2.4 The condition of CE
The operating condition of CE unit as follow: the
running buffer was the solution of 0.1 mol/L H3BO3 and
pH 9.0(pH value was adjusted with sodium hydroxide).
The applied voltage was 20 kV, the average current was
97.0 μA, the temperature was 20 ℃ and the selected
wavelength was 280 nm. Sample was injected by
hydrodynamic injection for 5 s. The separation was
carried out from the positive to the negative electrode.

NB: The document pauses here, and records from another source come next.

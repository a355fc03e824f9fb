//! Invalid specs, each with the file, line, column and a key phrase of the
//! problem it must be reported as. All go through the public API (`load_str` for
//! text, `load` for files under tests/spec_errors/); `crates/cli/tests/check.rs`
//! runs a few through the `mnemon check` binary for the exit code.

use std::path::PathBuf;

use mnemon_spec::{load, load_str, Diagnostic, Errors};

struct Case {
    what: &'static str,
    text: &'static str,
    sets: &'static [&'static str],
    file: &'static str,
    line: usize,
    col: usize,
    phrase: &'static str,
}

const fn case(
    what: &'static str,
    text: &'static str,
    sets: &'static [&'static str],
    file: &'static str,
    line: usize,
    col: usize,
    phrase: &'static str,
) -> Case {
    Case {
        what,
        text,
        sets,
        file,
        line,
        col,
        phrase,
    }
}

const T: &str = "t.toml";
const S: &str = "--set";
const NO: &[&str] = &[];

/// A task first, so that what fails is the rule about another section.
macro_rules! with_task {
    ($rest:literal) => {
        concat!("[task]\nkind = \"tmaze\"\n", $rest)
    };
}

/// Top-level lines, then a task.
macro_rules! before_task {
    ($top:literal) => {
        concat!($top, "[task]\nkind = \"tmaze\"\n")
    };
}

const CASES: &[Case] = &[
    case("typo key", with_task!("[replay]\nburnin = 5\n"), NO, T, 4, 1, "did you mean \"burn_in\"?"),
    case("typo section", with_task!("[replya]\nburn_in = 5\n"), NO, T, 3, 2, "did you mean \"replay\"?"),
    case("typo top-level key", before_task!("nmae = \"x\"\n"), NO, T, 1, 1, "did you mean \"name\"?"),
    case("top-level key after [task]", with_task!("name = \"x\"\n"), NO, T, 3, 1, "put it before [task]"),
    case("key in the wrong section", with_task!("[learn]\nburn_in = 5\n"), NO, T, 4, 1, "write it as replay.burn_in"),
    case("wrong type: bool for int", with_task!("[replay]\nsequence = true\n"), NO, T, 4, 12, "must be an integer"),
    case("wrong type: int for bool", with_task!("[agent]\nprevious_action_reward = 1\n"), NO, T, 4, 26, "must be true or false"),
    case("wrong type: string for float", with_task!("[learn]\ndiscount = \"0.9\"\n"), NO, T, 4, 12, "write numbers without quotes"),
    case("negative", with_task!("[replay]\nburn_in = -1\n"), NO, T, 4, 11, "out of range: got -1"),
    case("out of range above", with_task!("[learn]\ndiscount = 1.5\n"), NO, T, 4, 12, "a number in (0, 1]"),
    case("open bound", with_task!("[learn]\ndiscount = 0\n"), NO, T, 4, 12, "out of range"),
    case("n_step below 1", with_task!("[learn]\nn_step = 0\n"), NO, T, 4, 10, "an integer in 1..=1000"),
    case("TOML syntax: unclosed table", "[replay\nburn_in = 5\n", NO, T, 1, 8, "TOML syntax error"),
    case("TOML syntax: duplicate key", with_task!("[replay]\nburn_in = 5\nburn_in = 6\n"), NO, T, 5, 1, "duplicate key"),
    case("bad suffix", with_task!("[replay]\ncapacity = \"10x\"\n"), NO, T, 4, 13, "expected a count"),
    case("minutes where a count is expected", with_task!("[run]\ncheckpoint_every = \"2m\"\n"), NO, T, 4, 21, "`m` means minutes"),
    case("bad budget", with_task!("[run]\nbudget = \"20q\"\n"), NO, T, 4, 11, "expected a count"),
    case("schedule with too few arguments", with_task!("[learn]\nrate = \"ramp(1e-3, 1e-4)\"\n"), NO, T, 4, 9, "ramp takes 3 arguments"),
    case("schedule with a bad number", with_task!("[learn]\nrate = \"ramp(1e-3, x, 1M)\"\n"), NO, T, 4, 20, "expected a number, got \"x\""),
    case("schedule must stay positive", with_task!("[learn]\nrate = -1e-3\n"), NO, T, 4, 8, "must be > 0"),
    case("schedule points must increase", with_task!("[learn]\nrate = \"points(0:1e-3, 0:1e-4)\"\n"), NO, T, 4, 24, "steps must increase"),
    case("unknown schedule", with_task!("[learn]\nrate = \"cosine(1, 2)\"\n"), NO, T, 4, 9, "expected a schedule"),
    case("unknown task kind", "[task]\nkind = \"tmaz\"\n", NO, T, 2, 8, "did you mean \"tmaze\"?"),
    case("no task", "name = \"x\"\n", NO, T, 1, 1, "no [task] section"),
    case("task setting typo", with_task!("lenght = 3\n"), NO, T, 3, 1, "did you mean \"length\"?"),
    case("tmaze time limit too short", with_task!("length = 10\ntime_limit = 5\n"), NO, T, 4, 14, "too short"),
    case("fog-grid view must be odd", "[task]\nkind = \"fog-grid\"\nview = 4\n", NO, T, 3, 8, "must be odd"),
    case("fog-grid unknown map", "[task]\nkind = \"fog-grid\"\nmap = \"depto\"\n", NO, T, 3, 7, "did you mean \"depot\"?"),
    case("process needs a command", "[task]\nkind = \"process\"\n", NO, T, 2, 8, "needs `command`"),
    case("tiger accuracy range", "[task]\nkind = \"tiger\"\nlisten_accuracy = 0.3\n", NO, T, 3, 19, "[0.5, 1]"),
    case("burn-in + n-step must fit", with_task!("[replay]\nsequence = 10\nburn_in = 5\n"), NO, T, 5, 11, "does not fit in replay.sequence (10)"),
    case("overlap below sequence", with_task!("[replay]\nsequence = 20\noverlap = 20\nburn_in = 2\n"), NO, T, 5, 11, "must be less than replay.sequence"),
    case("capacity holds a batch", with_task!("[replay]\ncapacity = 100\n"), NO, T, 4, 12, "cannot hold one batch"),
    case("warmup within capacity", with_task!("[replay]\ncapacity = \"2k\"\n[learn]\nwarmup = \"5k\"\n"), NO, T, 6, 10, "learning would never start"),
    case("quantile head needs 2 quantiles", with_task!("[agent]\nhead = { kind = \"quantile\", quantiles = 1 }\n"), NO, T, 4, 41, "an integer in 2..=1024"),
    case("conv torso needs images", with_task!("[agent]\ntorso = { kind = \"conv\" }\n"), NO, T, 4, 18, "needs image observations"),
    case("conv lists must match", "[task]\nkind = \"fog-grid\"\n[agent]\ntorso = { kind = \"conv\", channels = [8, 8], kernels = [3] }\n", NO, T, 4, 55, "kernels has 1 entries but channels has 2"),
    case("stop needs evaluation", with_task!("[run]\neval = { every = 0 }\nstop = { success = 0.9 }\n"), NO, T, 5, 8, "run.eval.every is 0"),
    case("success stop without a success flag", "[task]\nkind = \"cartpole\"\n[run]\nstop = { success = 0.9 }\n", NO, T, 4, 8, "no success flag"),
    case("tiger has no success flag", "[task]\nkind = \"tiger\"\n[run]\nstop = { success = 0.9 }\n", NO, T, 4, 8, "no success flag"),
    case("fog-grid view beyond the table", "[task]\nkind = \"fog-grid\"\nview = 33\n", NO, T, 3, 8, "3..=31"),
    case("old and new name of a key together", with_task!("[acting]\nround = 100\nrefresh = 200\n"), NO, T, 5, 1, "old name of `acting.round`, and both are given"),
    case("eval needs episodes", with_task!("[run]\neval = { episodes = 0 }\n"), NO, T, 4, 21, "at least 1"),
    case("unknown stop condition", with_task!("[run]\nstop = { sucess = 0.9 }\n"), NO, T, 4, 10, "did you mean \"success\"?"),
    case("unknown memory kind", with_task!("[agent]\nmemory = { kind = \"gru\" }\n"), NO, T, 4, 19, "unknown memory kind \"gru\""),
    case("setting of another kind", with_task!("[agent]\nmemory = { kind = \"none\", size = 5 }\n"), NO, T, 4, 27, "unknown setting `size`"),
    case("choice typo", with_task!("[replay]\nstart_state = \"stord\"\n"), NO, T, 4, 15, "did you mean \"stored\"?"),
    case("name unusable as a folder", before_task!("name = \"my run\"\n"), NO, T, 1, 8, "cannot be used as a folder name"),
    case("section given as a value", before_task!("replay = 3\n"), NO, T, 1, 10, "must be a table"),
    case("extends in a stored spec", before_task!("extends = \"x.toml\"\n"), NO, T, 1, 1, "only be used in a spec file"),
    case("bad --set path", with_task!(""), &["replay.burnin=5"], S, 1, 8, "did you mean \"burn_in\"?"),
    case("bad --set section", with_task!(""), &["replya.burn_in=5"], S, 1, 1, "did you mean \"replay\"?"),
    case("bad --set value", with_task!(""), &["replay.burn_in=abc"], S, 1, 16, "expected a count"),
    case("bad --set range", with_task!(""), &["learn.discount=2"], S, 1, 16, "out of range"),
    case("--set without =", with_task!(""), &["replay.burn_in"], S, 1, 1, "KEY=VALUE"),
    case("--set with an empty path part", with_task!(""), &["replay..burn_in=3"], S, 1, 8, "not a key path"),
    case("--set through a scalar", before_task!("name = \"x\"\n"), &["name.x=1"], S, 1, 1, "not a table"),
    case("--set breaks a rule", with_task!(""), &["replay.sequence=12"], S, 1, 17, "does not fit"),
    case("vary value out of range", with_task!("[vary]\n\"replay.burn_in\" = [5, -1]\n"), NO, T, 4, 24, "out of range"),
    case("vary unknown axis", with_task!("[vary]\n\"agent.memroy\" = [{ kind = \"none\" }]\n"), NO, T, 4, 1, "did you mean \"memory\"?"),
    case("vary duplicate seed", with_task!("[vary]\nseeds = [1, 2, 1]\n"), NO, T, 4, 16, "listed twice"),
    case("vary axis not a list", with_task!("[vary]\n\"replay.burn_in\" = 5\n"), NO, T, 4, 20, "must be a list"),
];

fn text_of(d: &Diagnostic) -> String {
    format!(
        "{} | {} | {}",
        d.message,
        d.expected.clone().unwrap_or_default(),
        d.help.clone().unwrap_or_default()
    )
}

fn assert_reported(what: &str, e: &Errors, file: &str, line: usize, col: usize, phrase: &str) {
    let hit = e.diagnostics.iter().any(|d| {
        d.file.ends_with(file) && d.line == line && d.col == col && text_of(d).contains(phrase)
    });
    assert!(
        hit,
        "case {what:?}: expected {file}:{line}:{col} with {phrase:?}, got:\n{}",
        e.diagnostics
            .iter()
            .map(|d| format!("  {}:{}:{} {}", d.file, d.line, d.col, text_of(d)))
            .collect::<Vec<_>>()
            .join("\n")
    );
    // The rendered form names the place too.
    let shown = e.to_string();
    assert!(
        shown.contains(&format!("{file}:{line}:{col}")),
        "case {what:?}: rendered:\n{shown}"
    );
}

#[test]
fn invalid_specs_are_reported_where_they_are() {
    assert!(CASES.len() >= 30);
    let mut failures = Vec::new();
    for c in CASES {
        let sets: Vec<String> = c.sets.iter().map(|s| s.to_string()).collect();
        match load_str(c.text, T, &sets) {
            Ok(_) => failures.push(format!("case {:?} was accepted", c.what)),
            Err(e) => {
                let r = std::panic::catch_unwind(|| {
                    assert_reported(c.what, &e, c.file, c.line, c.col, c.phrase)
                });
                if let Err(p) = r {
                    failures.push(
                        p.downcast_ref::<String>()
                            .cloned()
                            .unwrap_or_else(|| "?".into()),
                    );
                }
            }
        }
    }
    assert!(failures.is_empty(), "{}", failures.join("\n\n"));
}

fn fixture(name: &str) -> PathBuf {
    PathBuf::from(env!("CARGO_MANIFEST_DIR"))
        .join("../../tests/spec_errors")
        .join(name)
}

#[test]
fn extends_problems_are_located() {
    let e = load(&fixture("missing_extends.toml"), &[]).unwrap_err();
    assert_reported(
        "missing extends file",
        &e,
        "missing_extends.toml",
        3,
        11,
        "cannot read the extended spec",
    );

    let e = load(&fixture("cycle_a.toml"), &[]).unwrap_err();
    assert_reported("extends cycle", &e, "cycle_b.toml", 2, 11, "extends cycle:");
    let msg = &e.diagnostics[0].message;
    // The chain is listed in order and closes on the file that started it.
    let a = msg.find("cycle_a.toml").unwrap();
    let b = msg.find("cycle_b.toml").unwrap();
    assert!(a < b && msg.rfind("cycle_a.toml").unwrap() > b, "{msg}");

    let e = load(&fixture("extends_number.toml"), &[]).unwrap_err();
    assert_reported(
        "extends not a string",
        &e,
        "extends_number.toml",
        2,
        11,
        "must be a string",
    );

    let e = load(&fixture("no_such_file.toml"), &[]).unwrap_err();
    assert!(e.diagnostics[0].message.contains("cannot read spec"), "{e}");
    assert_eq!((e.diagnostics[0].line, e.diagnostics[0].col), (1, 1));
}

#[test]
fn all_errors_are_reported_not_just_the_first() {
    let text = std::fs::read_to_string(fixture("typos.toml")).unwrap();
    let e = load_str(
        &text,
        "tests/spec_errors/typos.toml",
        &["learn.batch=0".into()],
    )
    .unwrap_err();
    let rendered = e.to_string();
    let expected_file = fixture("typos.expected");
    if std::env::var_os("MNEMON_BLESS").is_some() {
        std::fs::write(&expected_file, &rendered).unwrap();
    }
    let expected = std::fs::read_to_string(&expected_file).unwrap();
    assert_eq!(
        rendered, expected,
        "rerun with MNEMON_BLESS=1 if the change is intended"
    );
    assert!(e.len() >= 5, "{rendered}");
}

In order to maintain the capillary under good working
conditions, its surface was regenerated once a day by
consecutive washing with methanol(5 min), followed by
ultrapure water (5 min) and then prepared 0.5 mol/L
sodium hydroxide (5 min) freshly, 0.1 mol/L sodium
hydroxide(5 min) and finally fresh buffer (5 min). In
order to optimize the migration time and the peak shape
reproducibility, the capillary was flushed between
analyses with 0.1 mol/L sodium hydroxide (3 min),
ultrapure water (3 min)and fresh buffer(5 min). When
used under the conditions mentioned above, the capillary
showed good performance for about three months
without losing its initial efficiency.
2.5 Determination of total phenolic content of
areca husk extract
The total phenolic content of areca husk extract
was determined with the Folin -Ciocalteu method [13].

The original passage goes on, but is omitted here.